Top of Supplied data
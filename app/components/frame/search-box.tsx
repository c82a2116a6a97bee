import { useEffect, useId, useRef, useState } from "react";
import { Form, href, useNavigate, useSearchParams } from "react-router";
import type { FoundJson } from "~/search/found-json";
import { momentParam } from "~/lessons/timecode";

type Suggestion = Readonly<{ to: string; words: string; under: string }>;

const WAIT_MS = 150;

function suggestionsOf(found: FoundJson): Suggestion[] {
  const values = found.answers.slice(0, 5).map((answer) => ({
    to: `/lessons/${answer.lessonId}?t=${momentParam(answer.atMs)}`,
    words: [answer.component, answer.text].filter(Boolean).join(": "),
    under: [answer.warning, answer.vehicle, answer.lessonTitle].filter(Boolean).join(" · "),
  }));
  const lessons = found.lessons.slice(0, 3).map((lesson) => ({
    to: `/lessons/${lesson.lessonId}`,
    words: lesson.lessonTitle,
    under: `Lesson · ${lesson.vehicle}`,
  }));
  return [...values, ...lessons];
}

/** "/" jumps into the box, but never while somebody types elsewhere. */
function useSlash(input: React.RefObject<HTMLInputElement | null>) {
  useEffect(() => {
    const onKey = (event: KeyboardEvent) => {
      const target = event.target instanceof HTMLElement ? event.target : null;
      if (event.key !== "/" || event.ctrlKey || event.metaKey || event.altKey) return;
      if (target?.closest("input, textarea, select, [contenteditable]")) return;
      event.preventDefault();
      input.current?.focus();
    };
    document.addEventListener("keydown", onKey);
    return () => document.removeEventListener("keydown", onKey);
  }, [input]);
}

/**
 * The one box for values, jobs and moments: a plain form without JavaScript, and with it a combobox after the ARIA
 * pattern, whose suggestions come from the shop's own index while typing.
 */
export function SearchBox() {
  const [params] = useSearchParams();
  const navigate = useNavigate();
  const listId = useId();
  const input = useRef<HTMLInputElement>(null);
  const waiting = useRef<{ timer?: ReturnType<typeof setTimeout>; request?: AbortController }>({});
  const [suggestions, setSuggestions] = useState<readonly Suggestion[]>([]);
  const [active, setActive] = useState(-1);
  const open = suggestions.length > 0;
  useSlash(input);

  const close = () => {
    clearTimeout(waiting.current.timer);
    waiting.current.request?.abort();
    setSuggestions([]);
    setActive(-1);
  };

  const ask = (text: string) => {
    clearTimeout(waiting.current.timer);
    waiting.current.request?.abort();
    if (text.trim().length < 2) return close();
    waiting.current.timer = setTimeout(() => {
      const request = new AbortController();
      waiting.current.request = request;
      fetch(`${href("/api/search")}?limit=5&q=${encodeURIComponent(text)}`, { signal: request.signal })
        .then((response) => (response.ok ? (response.json() as Promise<FoundJson>) : null))
        .then((found) => {
          if (!found || document.activeElement !== input.current) return;
          setSuggestions(suggestionsOf(found));
          setActive(-1);
        })
        .catch(() => {
          // Typed on, or no network: the form itself still works.
        });
    }, WAIT_MS);
  };

  const go = (suggestion: Suggestion) => {
    close();
    void navigate(suggestion.to);
  };

  const onKeyDown = (event: React.KeyboardEvent) => {
    const chosen = suggestions[active];
    if (event.key === "Escape" && open) {
      event.preventDefault();
      close();
    } else if ((event.key === "ArrowDown" || event.key === "ArrowUp") && open) {
      event.preventDefault();
      const step = event.key === "ArrowDown" ? 1 : -1;
      setActive((at) => {
        const next = at + step;
        return next < -1 ? suggestions.length - 1 : next >= suggestions.length ? -1 : next;
      });
    } else if (event.key === "Enter" && chosen) {
      event.preventDefault();
      go(chosen);
    }
  };

  return (
    <Form action={href("/search")} role="search" className="relative" onSubmit={close}>
      <label className="sr-only" htmlFor="find">
        Find a value or a job
      </label>
      <input
        ref={input}
        id="find"
        key={params.get("q") ?? ""}
        name="q"
        type="search"
        role="combobox"
        aria-expanded={open}
        aria-controls={listId}
        aria-autocomplete="list"
        {...(active >= 0 ? { "aria-activedescendant": `${listId}-${active}` } : {})}
        aria-keyshortcuts="/"
        defaultValue={params.get("q") ?? ""}
        placeholder="Find a value or a job"
        autoComplete="off"
        maxLength={300}
        onChange={(event) => ask(event.target.value)}
        onKeyDown={onKeyDown}
        onBlur={close}
        className="min-h-11 w-full rounded border border-on-graphite-soft bg-graphite-soft px-3 text-on-graphite placeholder:text-on-graphite-soft"
      />
      <ul
        id={listId}
        role="listbox"
        aria-label="Suggestions"
        hidden={!open}
        className="absolute inset-x-0 top-full z-40 mt-1 max-h-96 overflow-y-auto rounded border border-line-strong bg-sheet text-ink shadow-lg"
      >
        {suggestions.map((suggestion, n) => (
          // The keyboard moves through the list from the input, as the pattern wants it.
          // oxlint-disable-next-line jsx-a11y/click-events-have-key-events
          <li
            key={suggestion.to + suggestion.words}
            id={`${listId}-${n}`}
            role="option"
            aria-selected={n === active}
            tabIndex={-1}
            onPointerDown={(event) => event.preventDefault()}
            onClick={() => go(suggestion)}
            className={`min-h-11 cursor-pointer px-4 py-2 ${n === active ? "bg-enamel-tint outline-2 -outline-offset-2 outline-brass" : ""}`}
          >
            {suggestion.words}
            <span className="block text-sm text-ink-soft">{suggestion.under}</span>
          </li>
        ))}
      </ul>
      <p role="status" className="sr-only">
        {open ? `${suggestions.length} suggestions` : ""}
      </p>
    </Form>
  );
}
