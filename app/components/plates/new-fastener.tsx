/** The old fastener is scrap: its shape crossed out, and the words. */
export function NewFastener({ words = "NEW FASTENER" }: { words?: string }) {
  return (
    <p className="inline-flex items-center gap-2 font-figure text-xl leading-none font-semibold">
      <svg viewBox="0 0 40 28" className="h-8 w-11 shrink-0" fill="none" aria-hidden="true">
        {/* A bolt from the side: head, washer face, shank with thread. Crossed out on a clear edge. */}
        <path
          d="M3 7h8v14H3zM11 4.500h2.500v19H11zM13.500 9.500H35l2.500 2v5l-2.500 2H13.500z"
          className="fill-ink"
        />
        <path d="M20 9.500v9M24 9.500v9M28 9.500v9M32 9.500v9" className="stroke-sheet" strokeWidth={1.4} />
        <path d="M5 27 35 1" className="stroke-sheet" strokeWidth={7} />
        <path d="M5 27 35 1" className="stroke-ink" strokeWidth={3} />
      </svg>
      {words}
    </p>
  );
}

/** A left-hand thread turns the other way; said in capitals, with the turn drawn. */
export function LeftHandThread() {
  return (
    <p className="inline-flex items-center gap-2 font-figure text-xl leading-none font-semibold">
      <svg
        viewBox="0 0 26 26"
        className="size-7 shrink-0 stroke-ink"
        fill="none"
        strokeWidth={2}
        aria-hidden="true"
      >
        <path d="M21 18.5A9.5 9.5 0 1 1 22 10" />
        <path d="m2.5 17.500.8-6.500 5 4" transform="rotate(-12 5 14)" />
      </svg>
      LEFT-HAND THREAD
    </p>
  );
}
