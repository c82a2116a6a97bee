import type { Database } from "~/db.server";
import type { ShopId } from "#drizzle/schema/ids";
import { tasks } from "#drizzle/schema/index";

export type TaskKind =
  | "send-mail"
  | "check-recording"
  | "prepare-recording"
  | "convert-recording"
  | "abandon-upload"
  | "delete-recording";

/** Asks for background work. Call it in the transaction that causes the work; the same dedupe key is one row. */
export function addTask(
  scope: Readonly<{ db: Database; shopId: ShopId }>,
  task: { kind: TaskKind; payload: unknown; dedupeKey?: string; runAt?: number },
  now: number,
): void {
  scope.db
    .insert(tasks)
    .values({
      shopId: scope.shopId,
      kind: task.kind,
      payload: task.payload,
      dedupeKey: task.dedupeKey ?? null,
      runAt: task.runAt ?? now,
      createdAt: now,
    })
    .onConflictDoNothing({ target: tasks.dedupeKey })
    .run();
}
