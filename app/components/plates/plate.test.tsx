import { renderToStaticMarkup } from "react-dom/server";
import { MemoryRouter } from "react-router";
import { describe, expect, test } from "vitest";
import type { ChapterId, CitationId, LessonId, MarkId, RecordingId } from "#drizzle/schema/ids";
import type { LearnerMark } from "~/lessons/learner-lesson.server";
import type { Mark, MarkValue } from "~/lessons/mark";
import { forLearner, showingOf, type OpenDoubt } from "~/lessons/showing";
import { groupVariants } from "~/lessons/steps";
import { readValues } from "~/quantities/parse";
import { Plate, VariantPlates } from "./plate";
import type { PlateView } from "./plate-words";

const METRIC: PlateView = { units: "metric", timeZone: "America/Chicago" };
const INCH: PlateView = { ...METRIC, units: "inch" };

function valuesOf(text: string): MarkValue[] {
  const read = readValues(text);
  if (!read.ok) throw new Error(read.error);
  return read.values.map(({ role, action, quantity, text: typed }) => ({
    role,
    action,
    hardware: "either",
    text: typed,
    dimension: quantity?.dimension ?? null,
    unit: quantity?.unit ?? null,
    value: quantity?.value ?? null,
    number: quantity?.si ?? null,
  }));
}

const BARE: Mark = {
  id: "01JMARK0000000000000000001" as MarkId,
  lessonId: "01JLESSON00000000000000001" as LessonId,
  chapterId: "01JCHAPTER0000000000000001" as ChapterId,
  recordingId: "01JRECORD00000000000000001" as RecordingId,
  atMs: 402_000,
  kind: "torque",
  state: "inked",
  component: "Lower link nut to bar",
  componentKey: "lower link nut",
  side: "none",
  position: "",
  applies: { yearFrom: null, yearTo: null, engine: "", drive: "", variant: "", question: "" },
  safetyCritical: false,
  needs: "",
  note: "",
  values: valuesOf("65 lbf·ft"),
  thread: "",
  propertyClass: "",
  condition: "not-stated",
  conditionDetail: "",
  reuse: "not-stated",
  reuseDetail: "",
  tightenAt: "not-stated",
  runDown: "not-stated",
  checkAgain: "not-stated",
  checkAgainDetail: "",
  threadDirection: "not-stated",
  wheelLoad: "not-stated",
  sequence: "",
  tightenedState: "",
  toolName: "",
  partNumber: "",
  partRule: "not-stated",
  quantity: "",
  product: "",
  signalWord: null,
  words: "",
  reason: "",
  replaces: "",
  said: "sixty-five foot-pounds",
  source: {
    citationId: "01JC1TE0000000000000000001" as CitationId,
    kind: "maker",
    title: "Foss workshop manual",
    edition: "2nd edition",
    dated: "",
    place: "page 31",
    readOn: "2026-11-09",
    readBy: "Marta Osei",
  },
  check: null,
  inkedBy: "Marta Osei",
};
const CHECKED: Partial<Mark> = {
  state: "checked",
  check: { outcome: "confirmed", by: "D. Ruiz", on: "2026-11-12", ownWork: false, reason: "" },
};
const doubt = (stops: boolean): OpenDoubt => ({
  doubtId: "01JD0UBT000000000000000001",
  markId: BARE.id,
  stops,
  by: stops ? "Dario Ruiz" : "Tom Okafor",
  reason: "The card on the wall says something else.",
  // 2026-11-13 03:30 UTC is still the evening of the 12th in Chicago.
  at: Date.UTC(2026, 10, 13, 3, 30),
});

function learnerMark(change: Partial<Mark>, doubts: readonly OpenDoubt[] = []): LearnerMark {
  const mark = { ...BARE, ...change };
  const showing = showingOf(mark, doubts);
  return { mark: forLearner(mark, showing), showing, doubts };
}

const html = (element: React.ReactElement) =>
  renderToStaticMarkup(<MemoryRouter>{element}</MemoryRouter>).replaceAll("&#x27;", "'");
const words = (element: React.ReactElement) =>
  html(element)
    .replace(/<[^>]+>/g, " ")
    .replace(/[\s\u2009]+/g, " ");
const plate = (change: Partial<Mark>, doubts: readonly OpenDoubt[] = [], view = METRIC) =>
  words(<Plate of={learnerMark(change, doubts)} view={view} />);

describe("how a torque is shown", () => {
  test("checked: both units, preferred first, condition, source and checker", () => {
    const metric = plate(CHECKED);
    expect(metric).toMatch(/88 N·m 65 lbf·ft/);
    expect(plate(CHECKED, [], INCH)).toMatch(/65 lbf·ft 88 N·m/);
    expect(metric).toContain("Thread condition not stated: do not oil");
    expect(metric).toContain(
      "Maker's information: Foss workshop manual, 2nd edition, page 31, read 9 Nov 2026 by Marta Osei",
    );
    expect(metric).toContain("Checked 12 Nov 2026 by D. Ruiz");
    expect(metric).toContain("This looks wrong");
    expect(html(<Plate of={learnerMark(CHECKED)} view={METRIC} />)).toContain(
      `href="/lessons/${BARE.lessonId}/values/${BARE.id}/wrong"`,
    );
  });

  test("self-checked is never printed as checked", () => {
    const text = plate({
      state: "checked",
      check: { outcome: "confirmed", by: "Marta Osei", on: "2026-11-12", ownWork: true, reason: "" },
    });
    expect(text).toContain("Self-checked 12 Nov 2026 by Marta Osei");
    expect(text).not.toMatch(/\bChecked\b/);
    expect(text).toContain("88 N·m");
  });

  test("unchecked: the words come first, on a hatched plate, and no figure is set large", () => {
    const of = learnerMark({});
    const markup = html(<Plate of={of} view={METRIC} />);
    expect(words(<Plate of={of} view={METRIC} />)).toMatch(
      /Not yet checked\. As written down: 88 N·m \(65 lbf·ft\)/,
    );
    expect(markup).toContain("plate-hatched");
    expect(markup).not.toMatch(/text-[2-7]xl[^>]*>\s*(?:88|65)/);
  });

  test("withheld: the page holds no figure at all", () => {
    const of = learnerMark({
      safetyCritical: true,
      note: "65 again after a week",
      sequence: "65 then 88",
    });
    const markup = html(<Plate of={of} view={METRIC} />);
    expect(markup).toContain("Value waiting for check: ask Marta Osei");
    expect(markup).not.toMatch(/\b(?:65|88)\b/);
    expect(JSON.stringify(of)).not.toMatch(/\b(?:65|88)\b|sixty-five/);
  });

  test("in doubt: struck, with who and why, and no figure", () => {
    const of = learnerMark(CHECKED, [doubt(true)]);
    const markup = html(<Plate of={of} view={METRIC} />);
    expect(markup).toContain("plate-struck");
    expect(words(<Plate of={of} view={METRIC} />)).toContain(
      "Stopped 12 Nov 2026 by Dario Ruiz: The card on the wall says something else.",
    );
    expect(markup).not.toMatch(/\b(?:65|88)\b/);
  });

  test("a trainee's doubt warns beside the figure", () => {
    const text = plate(CHECKED, [doubt(false)]);
    expect(text).toContain("88 N·m");
    expect(text).toContain("Ask before you use it.");
    expect(text).toContain("Tom Okafor, 12 Nov 2026: The card on the wall says something else.");
  });

  test("pencilled marks show nothing", () => {
    expect(plate({ state: "pencilled" })).toBe("");
  });

  test("what breaks cars stands on the same plate as the torque", () => {
    const text = plate({
      ...CHECKED,
      values: valuesOf("20 Nm, 40 Nm, + 90°"),
      reuse: "replace-always",
      threadDirection: "left",
      condition: "as-supplied",
      tightenAt: "ride-height",
      runDown: "add-what-the-wrench-shows",
      checkAgain: "never",
      sequence: "1-3-2-4",
      side: "left",
      position: "front",
      thread: "M12x1.75",
    });
    expect(text).toMatch(/1 20 N·m .*2 40 N·m .*3 \+ 90/);
    for (const fact of [
      "NEW FASTENER",
      "LEFT-HAND THREAD",
      "As supplied: do not clean off or add anything",
      "Tighten at ride height, weight on the wheels",
      "Run-down torque: add what the wrench shows while running down",
      "Do not re-pull: loosen, replace, start again",
      "Tightening order: 1-3-2-4",
      "Front, left side",
      "Thread M12x1.75",
    ])
      expect(text).toContain(fact);
  });

  test("what the source leaves open is said plainly", () => {
    expect(plate(CHECKED)).toContain("Not stated in the source: reuse of the fastener");
    expect(plate({ ...CHECKED, source: null })).toContain("Source not recorded");
  });

  test("shop practice is agreed by two, not checked", () => {
    const source = { ...BARE.source!, kind: "shop-practice" as const, title: "Harrow Lane card 4" };
    const text = plate({ ...CHECKED, source });
    expect(text).toContain("Shop practice: Harrow Lane card 4");
    expect(text).toContain("Agreed by two: Marta Osei and D. Ruiz, 12 Nov 2026");
    expect(text).not.toContain("Checked");
  });
});

test("new and reused hardware have their own torque on one plate", () => {
  const [fresh, reused] = [valuesOf("25 Nm"), valuesOf("22 Nm")];
  const text = plate({
    ...CHECKED,
    values: [
      ...fresh.map((value) => ({ ...value, hardware: "new" as const })),
      ...reused.map((value) => ({ ...value, hardware: "reused" as const })),
    ],
  });
  expect(text).toMatch(/With a new fastener 25 N·m .*With a reused fastener 22 N·m/);
});

test("a limit keeps its side: a minimum in inches is not below the minimum", () => {
  // 22.0 mm is 0.866 14 in; rounded to nearest it would read 0.866 and pass a worn part.
  const text = plate({
    ...CHECKED,
    kind: "measure",
    component: "Disc thickness",
    values: valuesOf("min 22.0 mm"),
  });
  expect(text).toMatch(/min 22\.0 mm min 0\.867 in/);
  expect(text).toContain("Limit, without tolerance");
});

test("a tool shows its size in its own unit alone", () => {
  const text = plate(
    { ...CHECKED, kind: "tool", toolName: "socket", values: valuesOf("18 mm"), source: null },
    [],
    INCH,
  );
  expect(text).toMatch(/18 .*mm socket/);
  expect(text).not.toMatch(/\bin\b/);
  expect(text).toContain("Size noted from the recording");
});

const panel = (signalWord: Mark["signalWord"]) =>
  html(
    <Plate
      of={learnerMark({ kind: "caution", signalWord, words: "Turn the nut, not the stud.", values: [] })}
      view={METRIC}
    />,
  );

test("signal panels: a triangle where a person is hurt, none for NOTICE", () => {
  for (const word of ["DANGER", "WARNING", "CAUTION"] as const) {
    expect(panel(word)).toContain("<svg");
    expect(panel(word)).toContain(word);
  }
  expect(panel("NOTICE")).not.toContain("<svg");
});

const variant = (id: string, text: string, which: string) =>
  learnerMark({
    ...CHECKED,
    id: id as MarkId,
    values: valuesOf(text),
    applies: { ...BARE.applies, variant: which, question: "Flanged or plain nut?" },
  });

test("variants of one component stand together under the question that settles them", () => {
  const groups = groupVariants([
    variant("01JMARK0000000000000000001", "65 lbf·ft", "flanged nut"),
    variant("01JMARK0000000000000000002", "52 lbf·ft", "plain nut"),
  ]);
  expect(groups).toHaveLength(1);
  const [group] = groups;
  if (!group || !("question" in group)) throw new Error("these are variants");
  const text = words(<VariantPlates variants={group} view={INCH} />);
  expect(text).toMatch(/Flanged or plain nut\? .*Only: flanged nut.*65 lbf·ft.*Only: plain nut.*52 lbf·ft/);
});

test("the correction says what was wrong and what is right", () => {
  const text = plate({
    kind: "correction",
    replaces: "32 lbf·ft",
    words: "33 lbf·ft for the upper nut",
    values: [],
  });
  expect(text).toMatch(/Wrong in the recording: 32 lbf·ft .*Right: 33 lbf·ft for the upper nut/);
});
Bottom of Supplied data
* What you have to do
Scan the data for lines containing "height" and copy all of them.

* Result for this exercise
      tightenAt: "ride-height",
      "Tighten at ride height, weight on the wheels",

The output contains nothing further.